159 Juta Penduduk Miskin di Indonesia? Ini Faktanya

Catatan Redaksi

Lintasdesa.com – Belakangan ini, jagat media sosial diramaikan oleh klaim mengejutkan: bahwa 159 juta penduduk Indonesia hidup dalam kemiskinan. Klaim ini sontak menuai perhatian, rasa takut, bahkan kemarahan.

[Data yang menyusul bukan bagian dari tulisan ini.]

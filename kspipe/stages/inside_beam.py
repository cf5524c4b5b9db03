"""What the beam and the noise do to each relation, pixel by pixel."""

from __future__ import annotations

from collections.abc import Mapping
from typing import Any

import numpy as np
from astropy.table import Column, Table
from numpy.typing import NDArray

from kspipe.recipe import Recipe
from kspipe.relations import LAWS
from kspipe.relations.inside_beam import beam_bias_dex, noise_bias

__all__ = ["add_inside_beam"]

Array = NDArray[np.float64]


def add_inside_beam(
    recipe: Recipe,
    inputs: Mapping[str, Array],
    errors: Mapping[str, Array],
    used: NDArray[np.bool_],
    table: Table,
) -> dict[str, Any] | None:
    """Add two columns for each relation to the table of pixels, and sum them up.

    Parameters
    ----------
    recipe : Recipe
        Without ``[inside_beam]`` nothing is added.
    inputs, errors : mapping of str to (ny, nx) float64 array
        What relations take, and the random errors of the gas among it.
    used : (ny, nx) bool array
        Rows of the table.
    table : astropy.table.Table

    Returns
    -------
    dict or None
        For the summary.
    """
    if recipe.inside_beam is None:
        return None
    scatter = recipe.inside_beam.scatter
    told: dict[str, Any] = {}
    rows = {name: np.broadcast_to(value, used.shape)[used] for name, value in inputs.items()}
    for name, relation in recipe.relations.items():
        law = LAWS.get(relation.law)
        gas = law.needs[0]
        by_structure = beam_bias_dex(law, rows, relation.parameters, scatter.value)
        by_noise = noise_bias(law, rows, relation.parameters, errors[gas][used])
        what = f"{name} at the mean over its mean inside the beam, gas log-normal by {scatter}"
        table.add_column(
            Column(by_structure, name=f"beam_bias_{name}", unit="dex", description=what)
        )
        what = f"factor by which noise in the gas raises {name} on average, taking {gas} as true"
        table.add_column(Column(by_noise, name=f"noise_bias_{name}", description=what))
        told[name] = {
            "scatter_dex": scatter.value,
            "median_beam_bias_dex": _median(by_structure),
            "median_noise_bias": _median(by_noise),
            "n_without_value": int(np.sum(~np.isfinite(by_structure) | ~np.isfinite(by_noise))),
        }
    return told


def _median(values: Array) -> float:
    seen = values[np.isfinite(values)]
    return float(np.median(seen)) if seen.size else float("nan")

Bagaimana mungkin, di tengah gencarnya pembangunan dan gembar-gembor kemajuan ekonomi, lebih dari separuh warga negeri ini masih disebut miskin? Benarkah demikian? Atau ini hanya angka yang dipelintir tanpa pemahaman menyeluruh?

Untuk memahami situasi ini secara utuh, kita perlu melihat lebih dulu pada data resmi dari Badan Pusat Statistik (BPS). Pada September 2024, BPS merilis angka kemiskinan nasional: sebanyak 24,06 juta orang di Indonesia hidup di bawah garis kemiskinan.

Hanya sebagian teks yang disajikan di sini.